Leitsatz (amtlich)
Zur Bestellung eines Betreuers für den Aufgabenkreis „alle Angelegenheiten”.
Normenkette
BGB § 1896 Abs. 2
Verfahrensgang
LG Amberg (Aktenzeichen 33 T 945/01) |
AG Amberg (Aktenzeichen XVII 434/01) |
Tenor
Die weitere Beschwerde gegen den Beschluss des LG Amberg vom 1.2.2002 wird zurückgewiesen.
Gründe
I. Mit Beschluss vom 20.8.2001 bestellte das AG für die Betroffene deren Tochter S. zur Betreuerin mit dem Aufgabenkreis alle Angelegenheiten einschl. Entgegennahme und Öffnen der Post. Die Beschwerde der Beteiligten, der Tochter E. der Betroffenen, hat das LG am 11.2.2002 zurückgewiesen. Hiergegen legte die Beteiligte mit Schreiben vom 31.3.2002 „Widerspruch” und am 13.5.2002 zu Protokoll der Geschäftsstelle des LG weitere Beschwerde ein.
II. Die weitere Beschwerde ist zulässig, insb. formgerecht eingelegt (§ 29 Abs. 4 i.V.m. § 121 Abs. 2 S. 1 FGG).
1. Das LG hat seine Entscheidung wie folgt begründet:
Die Beschwerde sei zulässig, die Beteiligte sei gem. § 69g Abs. 1 FGG beschwerdeberechtigt. Das AG habe die Voraussetzungen für die Bestellung eines Betreuers zutreffend bejaht. Die Betroffene leide nach dem Gutachten des Sachverständigen Dr. S. an einer schweren Demenz vom Alzheimer-Typ. Zu einer freien Willensbildung sei die Betroffene nicht in der Lage, sie sei geschäftsunfähig und könne ihre Angelegenheiten nicht mehr selbst regeln. Die Auswahl der Betreuerin sei nicht zu beanstanden. Die Betroffene selbst habe sich zur Person der Betreuerin nicht geäußert. An der persönlichen Eignung der vom AG ausgewählten Betreuerin habe die Kammer keinen Zweifel. Die räumliche Entfernung stehe der Eignung nicht entgegen. Für die Bestellung eines Dritten als Betreuer bestehe kein Anlass, da eine innige persönliche Bindung der Betreuerin zu ihrer Mutter bestehe. Auch eine besser geeignete Verwandte sei nicht vorhanden.

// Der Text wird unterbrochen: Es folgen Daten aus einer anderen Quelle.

"""The record on PostgreSQL (a fleet's central record, docs/fleet.md): psycopg 3 behind the
part of sqlite3's connection the repositories use, so they keep one set of statements.

What differs is kept here, not in the repositories: placeholders (`?` and `:name` become
psycopg's), `INSERT OR IGNORE` (ON CONFLICT DO NOTHING), `CAST(x AS INTEGER)` (SQLite
truncates, PostgreSQL rounds: trunc first), a cursor's `lastrowid` (the session's lastval()),
`total_changes` (summed from row counts), and `BEGIN` on a reader's connection (a repeatable
read snapshot, as a SQLite read transaction is). Everything else the repositories run is
standard SQL both engines take; tests/test_store_engines.py runs the repositories on both.

The connection commits each statement unless a transaction is open (`Store.atomic` opens one
through `transaction()`, nested ones are savepoints), and synchronous_commit is on for the
writer: a batch is on the server's disk before its MQTT acknowledgement goes out. A reader's
session is read-only (default_transaction_read_only) whatever its role may do. A session the
server dropped (a restart, a failover, the network) is opened again at the next statement
outside a transaction, or the next transaction: never in the middle of one, whose statements
would otherwise commit one by one.
"""

from __future__ import annotations

import contextlib
import functools
import re
import zlib
from contextlib import contextmanager

import numpy as np
import psycopg
from psycopg.adapt import Dumper, Loader
from psycopg.pq import TransactionStatus

STREAM_ROWS = 20_000  # rows a round trip when streaming
_TOKENS = re.compile(r"'(?:[^']|'')*'|\"(?:[^\"]|\"\")*\"|\$\$.*?\$\$|::|\?|:[A-Za-z_]\w*|%", re.S)
_CAST_INT = re.compile(r"CAST\(((?:[^()]|\([^()]*\))*?) AS INTEGER\)", re.I)
_OR_IGNORE = re.compile(r"^\s*INSERT\s+OR\s+IGNORE\s+INTO\b", re.I)


def _token(m: re.Match) -> str:
    t = m.group()
    if t == "?":
        return "%s"
    if t.startswith(":") and t != "::":
        return f"%({t[1:]})s"
    return t.replace("%", "%%")  # psycopg reads % everywhere, in literals too


@functools.lru_cache(maxsize=2048)
def statement(sql: str) -> str:
    """A repository's statement as psycopg runs it on PostgreSQL."""
    out = _TOKENS.sub(_token, sql)
    out = _CAST_INT.sub(r"CAST(trunc(\1) AS BIGINT)", out)
    if _OR_IGNORE.match(out):
        out = _OR_IGNORE.sub("INSERT INTO", out).rstrip().rstrip(";") + " ON CONFLICT DO NOTHING"
    return out


class _IntFromBool(Dumper):
    """A Python (or numpy) bool as the 0/1 integer SQLite stores: the record has no boolean
    columns, and a flag's value is hashed as the integer read back."""

    oid = psycopg.adapters.types["int8"].oid

    def dump(self, obj) -> bytes:
        return b"1" if obj else b"0"


class _NumericAsNumber(Loader):
    """numeric (what sum() and count arithmetic of integers give on PostgreSQL) as the int or
    float SQLite would give, never a Decimal."""

    def load(self, data) -> int | float:
        text = bytes(data)
        if text.lstrip(b"-").isdigit():
            return int(text)
        return float(text)


class Cursor:
    """A psycopg cursor with sqlite3's lastrowid (read right after the INSERT that made it)."""

    def __init__(self, conn: PgConnection, cur: psycopg.Cursor, serial: int):
        self._conn, self._cur, self._serial = conn, cur, serial

    @property
    def rowcount(self) -> int:
        return self._cur.rowcount

    @property
    def description(self):
        return self._cur.description

    @property
    def lastrowid(self) -> int:
        if self._serial != self._conn.serial:
            raise RuntimeError("lastrowid read after another statement ran on the connection")
        return self._conn.raw.execute("SELECT lastval()").fetchone()[0]

    def fetchone(self):
        return self._cur.fetchone() if self._cur.description else None

    def fetchall(self) -> list:
        return self._cur.fetchall() if self._cur.description else []

    def __iter__(self):
        return iter(self._cur) if self._cur.description else iter(())


class PgConnection:
    """One psycopg connection, spoken to as the repositories speak to sqlite3."""

    dialect = "postgresql"

    def __init__(self, url: str, password: str | None = None, readonly: bool = False):
        self.url, self.readonly = url, readonly
        self._password = password
        self.serial = 0
        self.total_changes = 0
        self.depth = 0  # transactions open through transaction()
        self.on_reopen: list = []  # called after a new session replaced a dropped one
        self.raw = self._open()

    def _open(self) -> psycopg.Connection:
        options = "-c default_transaction_read_only=on" if self.readonly else "-c synchronous_commit=on"
        kwargs = {"password": self._password} if self._password else {}
        raw = psycopg.connect(self.url, autocommit=True, application_name="watcher", options=options, **kwargs)
        raw.adapters.register_dumper(bool, _IntFromBool)
        raw.adapters.register_dumper(np.bool_, _IntFromBool)
        raw.adapters.register_loader("numeric", _NumericAsNumber)
        return raw

    @property
    def broken(self) -> bool:
        """The server went away (restart, network): the writer reopens before its next batch."""
        return self.raw.closed or self.raw.broken

    def reopen(self) -> None:
        """A new session for a dropped one; what was kept about the old one (chain heads, zones
        held, partitions seen) is forgotten through on_reopen."""
        try:
            self.raw.close()
        finally:
            self.raw = self._open()
        for forget in self.on_reopen:
            forget()

    def _alive(self) -> None:
        if self.depth == 0 and self.broken:
            self.reopen()

    @contextmanager
    def transaction(self):
        """One transaction (a savepoint inside another)."""
        self._alive()
        self.depth += 1
        try:
            with self.raw.transaction():
                yield
        finally:
            self.depth -= 1

    @property
    def in_transaction(self) -> bool:
        return self.raw.info.transaction_status != TransactionStatus.IDLE

    def execute(self, sql: str, params=()) -> Cursor:
        self._alive()
        if self.readonly and sql.strip().upper() == "BEGIN":
            sql = "BEGIN ISOLATION LEVEL REPEATABLE READ"
        cur = self.raw.cursor()
        cur.execute(statement(sql), params if params is not None else ())  # () too: %% is read as %
        self.serial += 1
        if cur.rowcount > 0 and cur.description is None:
            self.total_changes += cur.rowcount
        return Cursor(self, cur, self.serial)

    def executemany(self, sql: str, rows) -> Cursor:
        self._alive()
        cur = self.raw.cursor()
        cur.executemany(statement(sql), list(rows))
        self.serial += 1
        if cur.rowcount > 0:
            self.total_changes += cur.rowcount
        return Cursor(self, cur, self.serial)

    def stream(self, sql: str, params=()):
        """The rows of a big query, a batch at a time through a server-side cursor (a client
        cursor holds the whole answer in memory: a verify of a year's readings would not fit).
        Inside the caller's transaction if one is open, else in one of its own."""
        self._alive()
        self.serial += 1
        name = f"watcher_stream_{self.serial}"
        with contextlib.ExitStack() as stack:
            if not self.in_transaction:
                stack.enter_context(self.transaction())
            cur = stack.enter_context(self.raw.cursor(name=name))
            cur.itersize = STREAM_ROWS
            cur.execute(statement(sql), params if params is not None else ())
            yield from cur

    def lock(self, name: str) -> None:
        """Hold a lock called name until the transaction ends (appends to a shared chain)."""
        self.raw.execute("SELECT pg_advisory_xact_lock(%s)", (_key(name),))

    def claim(self, name: str) -> bool:
        """Hold a lock called name for as long as this connection lives; False when another
        connection holds it."""
        return bool(self.raw.execute("SELECT pg_try_advisory_lock(%s)", (_key(name),)).fetchone()[0])

    def close(self) -> None:
        self.raw.close()


def _key(name: str) -> int:
    """A stable 63-bit advisory lock key for a name."""
    return (zlib.crc32(name.encode()) << 31) ^ zlib.adler32(name.encode())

Insbesondere halte die Kammer die Beschwerdeführerin nicht für besser geeignet als ihre Schwester.
2. Die Entscheidung hält der rechtlichen Nachprüfung (§ 27 Abs. 1 FGG, § 546 ZPO) i.E. stand.
a) Rechtlich nicht zu beanstanden sind die Ausführungen der Kammer zu der Erforderlichkeit der Bestellung eines Betreuers für die Betroffene. Hingegen fehlen Darlegungen zur Erforderlichkeit der der Betreuerin übertragenen Aufgabenkreise. Dies führt aber nicht zur Zurückverweisung der Sache an das LG, da der Senat die erforderlichen Feststellungen, ohne dass es weiterer Ermittlungen bedarf, aus den ihm auf Grund des Rechtsfehlers des Beschwerdegerichts zugänglichen Akten selbst treffen kann (vgl. BayObLG NJWE-FER 1999, 151 [152]).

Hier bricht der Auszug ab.